**EXERCISE DIRECTIONS:** Reproduce the records below word for word.

**RECORD EXTRACTS:**

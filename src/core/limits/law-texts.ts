/** A text of the law, or what tells of it. */
export interface LawText {
  readonly name: string;
}

/**
 * The texts that limits rest on, by key, in own words.
 *
 * @example
 * ```ts
 * LAW_TEXTS['oiv'].name // => 'OIV Compendium, OIV-MA-C1-01 (Oeno 9/98), annex C'
 * ```
 */
export const LAW_TEXTS = {
  oiv: { name: 'OIV Compendium, OIV-MA-C1-01 (Oeno 9/98), annex C' },
} as const satisfies Readonly<Record<string, LawText>>;

/** The key of a text. */
export type LawTextKey = keyof typeof LAW_TEXTS;
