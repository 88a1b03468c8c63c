import { assertBetween } from '../bounds.ts';
import { NEAR_LIMIT_mg_L, type Limit } from './limits.ts';

/** How a total stands to its limit; `near` is within 15 mg/L below it. */
export type LimitStanding = 'over' | 'near' | 'within';

/**
 * How a total SO2 stands to a limit.
 *
 * @param total_mg_L predicted total, mg/L, 0 or more
 * @throws RangeError for NaN, infinities and negative values
 *
 * Source of the 15 mg/L: own threshold.
 *
 * @example
 * ```ts
 * checkLimit(150, { limit_mg_L: 150 }) // => 'near'
 * checkLimit(150.1, { limit_mg_L: 150 }) // => 'over'
 * checkLimit(134, { limit_mg_L: 150 }) // => 'within'
 * ```
 */
export function checkLimit(total_mg_L: number, limit: Pick<Limit, 'limit_mg_L'>): LimitStanding {
  assertBetween('check a limit', 'total_mg_L', total_mg_L, 0);
  if (total_mg_L > limit.limit_mg_L) return 'over';
  return total_mg_L >= limit.limit_mg_L - NEAR_LIMIT_mg_L ? 'near' : 'within';
}
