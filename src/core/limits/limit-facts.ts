import type { Category, Product, Stage, Style } from '../wine.ts';
import type { Region } from './region.ts';

/** What the law asks about a wine. What is unknown is taken at its strictest, and said. */
export interface LimitFacts {
  /** The market; the international code where none is said. */
  readonly region?: Region;
  readonly style?: Style;
  /** Of the basis that the region's law names. */
  readonly sugar_g_L?: number;
  readonly category?: Category;
  readonly product?: Product;
  readonly stage?: Stage;
  readonly alcohol_percent?: number;
  /** `made-with`: only in the US, a wine "made with organic grapes". */
  readonly organic?: boolean | 'made-with';
  /** The class of sweet wines that it belongs to, by the figure that the law gives it (300, 350, 400): only when said. */
  readonly designated_mg_L?: number;
  /** The authority has declared the year a bad one: only when said. */
  readonly uplift?: boolean;
  /** Of a sparkling wine: of the class that the law calls quality. */
  readonly quality?: boolean;
  /** For a limit by mass. */
  readonly density_kg_L?: number;
  /** In the UK: a wine of the national scheme for protected names. */
  readonly pdo?: boolean;
  /** In South Africa: bulk wine for export. */
  readonly bulk?: boolean;
}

**TASK SOLUTION:**
filename src/core/limits/law-texts.ts
/** A text of the law, or what tells of it. */
export interface LawText {
  readonly name: string;
}

/**
 * The texts that limits rest on, by key, in own words.
 *
 * @example
 * ```ts
 * LAW_TEXTS['oiv'].name // => 'OIV Compendium, OIV-MA-C1-01 (Oeno 9/98), annex C'
 * ```
 */
export const LAW_TEXTS = {
  oiv: { name: 'OIV Compendium, OIV-MA-C1-01 (Oeno 9/98), annex C' },
} as const satisfies Readonly<Record<string, LawText>>;

/** The key of a text. */
export type LawTextKey = keyof typeof LAW_TEXTS;
repository 88a1b03468c8c63c
import { assertBetween } from '../bounds.ts';
import { NEAR_LIMIT_mg_L, type Limit } from './limits.ts';

/** How a total stands to its limit; `near` is within 15 mg/L below it. */
export type LimitStanding = 'over' | 'near' | 'within';

/**
 * How a total SO2 stands to a limit.
 *
 * @param total_mg_L predicted total, mg/L, 0 or more
 * @throws RangeError for NaN, infinities and negative values
 *
 * Source of the 15 mg/L: own threshold.
 *
 * @example
 * ```ts
 * checkLimit(150, { limit_mg_L: 150 }) // => 'near'
 * checkLimit(150.1, { limit_mg_L: 150 }) // => 'over'
 * checkLimit(134, { limit_mg_L: 150 }) // => 'within'
 * ```
 */
export function checkLimit(total_mg_L: number, limit: Pick<Limit, 'limit_mg_L'>): LimitStanding {
  assertBetween('check a limit', 'total_mg_L', total_mg_L, 0);
  if (total_mg_L > limit.limit_mg_L) return 'over';
  return total_mg_L >= limit.limit_mg_L - NEAR_LIMIT_mg_L ? 'near' : 'within';
}
filename src/core/limits/limit-facts.ts
import type { Category, Product, Stage, Style } from '../wine.ts';
import type { Region } from './region.ts';

/** What the law asks about a wine. What is unknown is taken at its strictest, and said. */
export interface LimitFacts {
  /** The market; the international code where none is said. */
  readonly region?: Region;
  readonly style?: Style;
  /** Of the basis that the region's law names. */
  readonly sugar_g_L?: number;
  readonly category?: Category;
  readonly product?: Product;
  readonly stage?: Stage;
  readonly alcohol_percent?: number;
  /** `made-with`: only in the US, a wine "made with organic grapes". */
  readonly organic?: boolean | 'made-with';
  /** The class of sweet wines that it belongs to, by the figure that the law gives it (300, 350, 400): only when said. */
  readonly designated_mg_L?: number;
  /** The authority has declared the year a bad one: only when said. */
  readonly uplift?: boolean;
  /** Of a sparkling wine: of the class that the law calls quality. */
  readonly quality?: boolean;
  /** For a limit by mass. */
  readonly density_kg_L?: number;
  /** In the UK: a wine of the national scheme for protected names. */
  readonly pdo?: boolean;
  /** In South Africa: bulk wine for export. */
  readonly bulk?: boolean;
}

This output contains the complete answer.